Edie@lemmy.ml 19 hours ago
barsoap@lemm.ee 19 hours ago
You might want to calibrate your democracy-o-meter. At the very least, not conflate a disagreement about degrees of democracy in some specific state with a disagreement on principles.
Ah. So not revisionist enough to acknowledge the professional-manegerial class, I see. I mean it’s not like the concept would break with Marxian analysis, it just re-analyses things with a more complete set of data points. So in this case you can choose between being a revisionist and giving up on materialism, I suggest the former.
Cowbee@lemmy.ml 19 hours ago
I’m not conflating anything, drag quite clearly has stated that “Marx was an Anarchist.” This is wrong.

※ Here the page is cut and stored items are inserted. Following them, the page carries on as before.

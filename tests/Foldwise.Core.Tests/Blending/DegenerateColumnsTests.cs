using Foldwise.Core.Blending;

namespace Foldwise.Core.Tests.Blending;

public sealed class DegenerateColumnsTests
{
    [Theory]
    [InlineData(1e-6)]
    [InlineData(1e-10)]
    [InlineData(1e-14)]
    [InlineData(0.0)]
    public void Near_copies_and_near_affine_combinations_never_make_the_optimum_worse(double perturbation)
    {
        for (int seed = 0; seed < 10; seed++)
        {
            // Given a base problem and the same with near-copies, near-midpoints and near-extrapolations added
            var (columns, y) = BlendFakes.Problem(100 + seed, 4 + seed, 150);
            var random = new Random(seed);
            var grown = columns.ToList();
            for (int extra = 0; extra < 6; extra++)
            {
                var a = columns[random.Next(columns.Length)];
                var b = columns[random.Next(columns.Length)];
                double t = extra % 3 == 0 ? 1 : extra % 3 == 1 ? 0.5 : 1.5;
                grown.Add([.. a.Select((x, i) => (t * x) + ((1 - t) * b[i]) + (perturbation * BlendFakes.Normal(random)))]);
            }

            // When
            var simplexBase = SimplexLeastSquares.Solve(columns, y);
            var simplex = SimplexLeastSquares.Solve(grown, y);
            var nnlsBase = NonNegativeLeastSquares.Solve(columns, y);
            var nnls = NonNegativeLeastSquares.Solve(grown, y);

            // Then the larger column set is at least as good (its feasible set contains the base one's).
            // NNLS gets 1e-10: it solves on the raw Gram, whose diagonal is ~100× the objective here and
            // whose conditioning is P's squared, so a 1e-10 near-copy is below what it can resolve
            // (measured on seed 1, 1e-10: 2.6e-11 relative above scipy's QR-based nnls, cond(P) = 3e11).
            Assert.True(simplex.Objective <= simplexBase.Objective * (1 + 1e-12), $"simplex seed {seed}: {simplex.Objective:R} > {simplexBase.Objective:R}");
            Assert.True(nnls.Objective <= nnlsBase.Objective * (1 + 1e-10), $"nnls seed {seed}: {nnls.Objective:R} > {nnlsBase.Objective:R}");
            SimplexLeastSquaresTests.AssertOnSimplex(simplex.Weights);
            Assert.All(nnls.Weights, w => Assert.True(w >= 0));
        }
    }
}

As for the “Professional Managerial Class,” it isn’t a distinct class, but a subsection of the proletariat. You also see the term “Labor Aristocracy” used by Engels and Lenin, but crucially, you don’t see the conflation of this substratum of a class with a class in and of itself. The insistence that managers make up a distinct class is more of an Anarchist thing than a Marxist one, as adopting such analysis would be similar to calling plumbers and elictricians their own classes in and of themselves, rather than substratums.
barsoap@lemm.ee 19 hours ago
Absolutely.
Plumbers are not in a power hierarchy relationship to electricians so that’s a strawman.
Cowbee@lemmy.ml 19 hours ago
Class isn’t “power hierarchy” in Marxist analysis, though. That’s an Anarchist interpretation, one I won’t say you can’t hold personally as valid, but that’s not the Marxist critique. Engels and Lenin specifically called managers Labor aristocracy as they are necessary aspects of large industry, and not a class in themselves. Class instead is a social relation to ownership of the Means of Production.
In the “Administration of Things,” as Engels puts it, there are to be administrators, and production along a common plan. It’s through this that large industry under Capitalism paves the way for the transition to Socialism, and then Communism, socialized production requires an informed plan.